What you will do: Starting from the line that holds "if (at >= 0)", print each remaining line of the entries exactly, ending with the last.

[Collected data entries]
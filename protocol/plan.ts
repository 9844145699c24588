/**
 * A plan: an input's values ahead of now, as whoever plans them publishes it on the input's plan topic. JSON or
 * MessagePack, told apart by the first byte: either `start`, `step` and `values`, or `points` of time and value (which may
 * also stand alone, as a list), each value holding until the next, as commands do. Data of others: whatever is in it, the
 * result is a plan or one refusal.
 */
import { z } from 'zod';
import { decode } from './codec.ts';
import { formatDuration, parseDuration } from './duration.ts';
import { ProtocolError } from './errors.ts';
import { deepFreeze } from './freeze.ts';
import { formatInstant, parseInstant } from './instant.ts';
import { formatFault, listFaults, showValue } from './issue.ts';
import { MAX_PAYLOAD_BYTES, MAX_PLAN_AHEAD_MS, MAX_PLAN_SPAN_MS, MAX_PLAN_VALUES } from './limits.ts';

const EARLIEST_MS = 0;
/** The last moment of year 9999, the last that can be written. */
const LATEST_MS = 253_402_300_799_999;

/** A value read by hand, so that the refusal says what would have been right. `read` gives undefined to refuse. */
const checked = <T>(expected: string, read: (value: unknown) => T | undefined) =>
  z.unknown().transform((value, context): T => {
    const result = value === undefined ? undefined : read(value);
    if (result !== undefined) return result;
    const hint = typeof value === 'number' && value > 0 && value < 1e10 ? SECONDS_HINT : '';
    context.addIssue({ code: 'custom', message: `expected ${expected}, got ${showValue(value)}${hint}` });
    return z.NEVER;
  });

/** Said of a number that would be early 1970. */
const SECONDS_HINT = ' (seconds since 1970? write milliseconds)';

const time = checked('a time such as "2026-03-01T12:00:00Z", or ms since 1970', (value) => {
  const ms = typeof value === 'string' ? parseInstant(value) : value;
  // Numbers below 1e10 are April 1970 in ms and the present in seconds: never what a plan means.
  const isMeant = typeof value === 'string' || (typeof ms === 'number' && ms >= 1e10);
  return typeof ms === 'number' && isMeant && ms >= EARLIEST_MS && ms <= LATEST_MS ? ms : undefined;
});

const step = z.unknown().transform((value, context): number => {
  const ms = typeof value === 'string' ? parseDuration(value) : typeof value === 'number' ? value * 1000 : null;
  if (ms !== null && Number.isFinite(ms) && ms > 0) return ms;
  const message = `expected a duration such as "15min", or seconds above 0, got ${showValue(value)}`;
  context.addIssue({ code: 'custom', message });
  return z.NEVER;
});

const value = z.unknown().transform((given, context): number => {
  if (typeof given === 'number' && Number.isFinite(given)) return given;
  if (typeof given === 'boolean') return given ? 1 : 0;
  context.addIssue({ code: 'custom', message: `expected a number, true or false, got ${showValue(given)}` });
  return z.NEVER;
});

/** One point of a plan. */
export const planPointSchema = z.strictObject({ time, value });

/** Every field of a plan message. */
export const planSchema = z.strictObject({
  issued_at: time.optional(),
  start: time.optional(),
  step: step.optional(),
  values: z.array(value).min(1).optional(),
  points: z.array(planPointSchema).min(1).optional(),
  end: time.optional(),
});

type PlanFields = z.output<typeof planSchema>;

/** Why a plan was refused, for counting; in `details.reason`. */
export type PlanReason = 'size' | 'syntax' | 'fields' | 'order' | 'range' | 'past' | 'far' | 'long';

/** An input's values ahead: value k holds from time k to time k + 1, the last one to the end. */
export interface Plan {
  /** (n) ms since 1970, rising. */
  readonly timesMs: readonly number[];
  /** (n) in the input's unit. */
  readonly values: readonly number[];
  readonly endMs: number;
  /** When it was made, by its own word; null where it says nothing. */
  readonly issuedAtMs: number | null;
}

/** What a plan is held against. */
export interface PlanRules {
  readonly tickMs: number;
  /** Furthest forecast step, in ticks. */
  readonly horizon: number;
  /** Physically possible values of the input; null: any. */
  readonly range: readonly [number, number] | null;
  /** The present moment; null: not known, so that nothing is too far off. */
  readonly nowMs: number | null;
}

const refuse = (reason: PlanReason, what: string, cause?: unknown): never => {
  throw new ProtocolError('plan', `plan: ${what}`, { details: { reason }, cause });
};

/** First bytes of a MessagePack map or list; as JSON they would be malformed text. */
const isPacked = (first: number): boolean => first >= 0x80;

const documentOf = (payload: Uint8Array): unknown => {
  if (payload.length > MAX_PAYLOAD_BYTES)
    refuse('size', `expected at most ${MAX_PAYLOAD_BYTES} bytes, got ${payload.length}`);
  if (payload.length === 0) refuse('syntax', 'expected JSON or MessagePack, got no bytes');
  const isMark = payload[0] === 0xef && payload[1] === 0xbb && payload[2] === 0xbf;
  if (isPacked(payload[0]!) && !isMark) {
    try {
      return decode(payload, { maxBytes: MAX_PAYLOAD_BYTES, maxDepth: 4 }, 'any');
    } catch (cause) {
      return refuse('syntax', `expected plain MessagePack; ${(cause as Error).message}`, cause);
    }
  }
  let text = '';
  try {
    text = new TextDecoder('utf-8', { fatal: true }).decode(payload);
    return JSON.parse(text);
  } catch (cause) {
    const got = text === '' ? 'malformed bytes' : showValue(text);
    return refuse('syntax', `expected JSON or MessagePack, got ${got}`, cause);
  }
};

const fieldsAt = (path: readonly PropertyKey[]): readonly string[] =>
  Object.keys(path.length === 0 ? planSchema.shape : planPointSchema.shape);

const fieldsOf = (document: unknown): PlanFields => {
  const map = Array.isArray(document) ? { points: document } : document;
  const lists = typeof map === 'object' && map !== null ? (map as Record<string, unknown>) : {};
  for (const key of ['values', 'points']) {
    const list = lists[key];
    if (Array.isArray(list) && list.length > MAX_PLAN_VALUES)
      refuse('long', `${key}: expected at most ${MAX_PLAN_VALUES}, got ${list.length}`);
  }
  const parsed = planSchema.safeParse(map);
  if (parsed.success) return parsed.data;
  return refuse('fields', formatFault(listFaults(parsed.error, map, fieldsAt)[0]!));
};

/** The series a message stands for, whichever of its two forms it has. */
const seriesOf = (fields: PlanFields, tickMs: number): Plan => {
  const { start, step: stepMs, values, points, end } = fields;
  const issuedAtMs = fields.issued_at ?? null;
  if (points !== undefined) {
    const strange = (['start', 'step', 'values'] as const).find((key) => fields[key] !== undefined);
    if (strange !== undefined)
      refuse('fields', `expected either points, or start, step and values, got points and ${strange}`);
    const timesMs = points.map((point) => point.time);
    const at = timesMs.findIndex((ms, i) => i > 0 && ms <= timesMs[i - 1]!);
    if (at > 0)
      refuse('order', `points[${at}].time: expected a time after ${told(timesMs[at - 1]!)}, got ${told(timesMs[at]!)}`);
    const endMs = end ?? timesMs.at(-1)! + tickMs;
    return { timesMs, values: points.map((point) => point.value), endMs, issuedAtMs };
  }
  if (start === undefined || stepMs === undefined || values === undefined) {
    const missing = (['start', 'step', 'values'] as const).filter((key) => fields[key] === undefined);
    return refuse('fields', `expected points, or start, step and values, got no ${missing.join(' and no ')}`);
  }
  const timesMs = values.map((_, k) => start + k * stepMs);
  return { timesMs, values, endMs: end ?? start + values.length * stepMs, issuedAtMs };
};

const told = (ms: number): string => (ms <= LATEST_MS ? formatInstant(ms) : `${ms} ms`);

const checkTimes = ({ timesMs, endMs }: Plan, rules: PlanRules): void => {
  const [startMs, lastMs] = [timesMs[0]!, timesMs.at(-1)!];
  if (endMs <= lastMs)
    refuse('order', `end: expected a time after the last value's, ${told(lastMs)}, got ${told(endMs)}`);
  const mostSpanMs = Math.max(MAX_PLAN_SPAN_MS, rules.horizon * rules.tickMs);
  if (endMs - startMs > mostSpanMs)
    refuse(
      'long',
      `expected at most ${formatDuration(mostSpanMs)} from start to end, got ${told(startMs)} to ${told(endMs)}`,
    );
  if (rules.nowMs === null) return;
  if (endMs <= rules.nowMs)
    refuse('past', `expected values ahead of ${told(rules.nowMs)}, got an end at ${told(endMs)}`);
  const mostAheadMs = Math.max(MAX_PLAN_AHEAD_MS, rules.horizon * rules.tickMs);
  if (startMs > rules.nowMs + mostAheadMs)
    refuse(
      'far',
      `expected a start within ${formatDuration(mostAheadMs)} of ${told(rules.nowMs)}, got ${told(startMs)}`,
    );
};

/**
 * Reads a plan message.
 *
 * shapes  one value to MAX_PLAN_VALUES
 * units   values in the input's unit, true and false as 1 and 0; times RFC 3339 with zone or ms since 1970
 * throws  ProtocolError 'plan' with expected and got, and `details.reason` (PlanReason) for counting
 * note    points without an end reach to one tick after the last: a value told once is not told for ever
 */
export const parsePlan = (payload: Uint8Array, rules: PlanRules): Plan => readPlan(documentOf(payload), rules);

/** The same of what a payload holds; throws as parsePlan, but for size and syntax. */
export const readPlan = (document: unknown, rules: PlanRules): Plan => {
  const plan = seriesOf(fieldsOf(document), rules.tickMs);
  checkTimes(plan, rules);
  if (rules.range !== null) {
    const [low, high] = rules.range;
    const at = plan.values.findIndex((one) => one < low || one > high);
    if (at >= 0)
      refuse('range', `value ${at + 1}: expected ${low} to ${high}, the input's range, got ${plan.values[at]}`);
  }
  return deepFreeze(plan);
};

Exercise answer:
    if (at >= 0)
      refuse('range', `value ${at + 1}: expected ${low} to ${high}, the input's range, got ${plan.values[at]}`);
  }
  return deepFreeze(plan);
};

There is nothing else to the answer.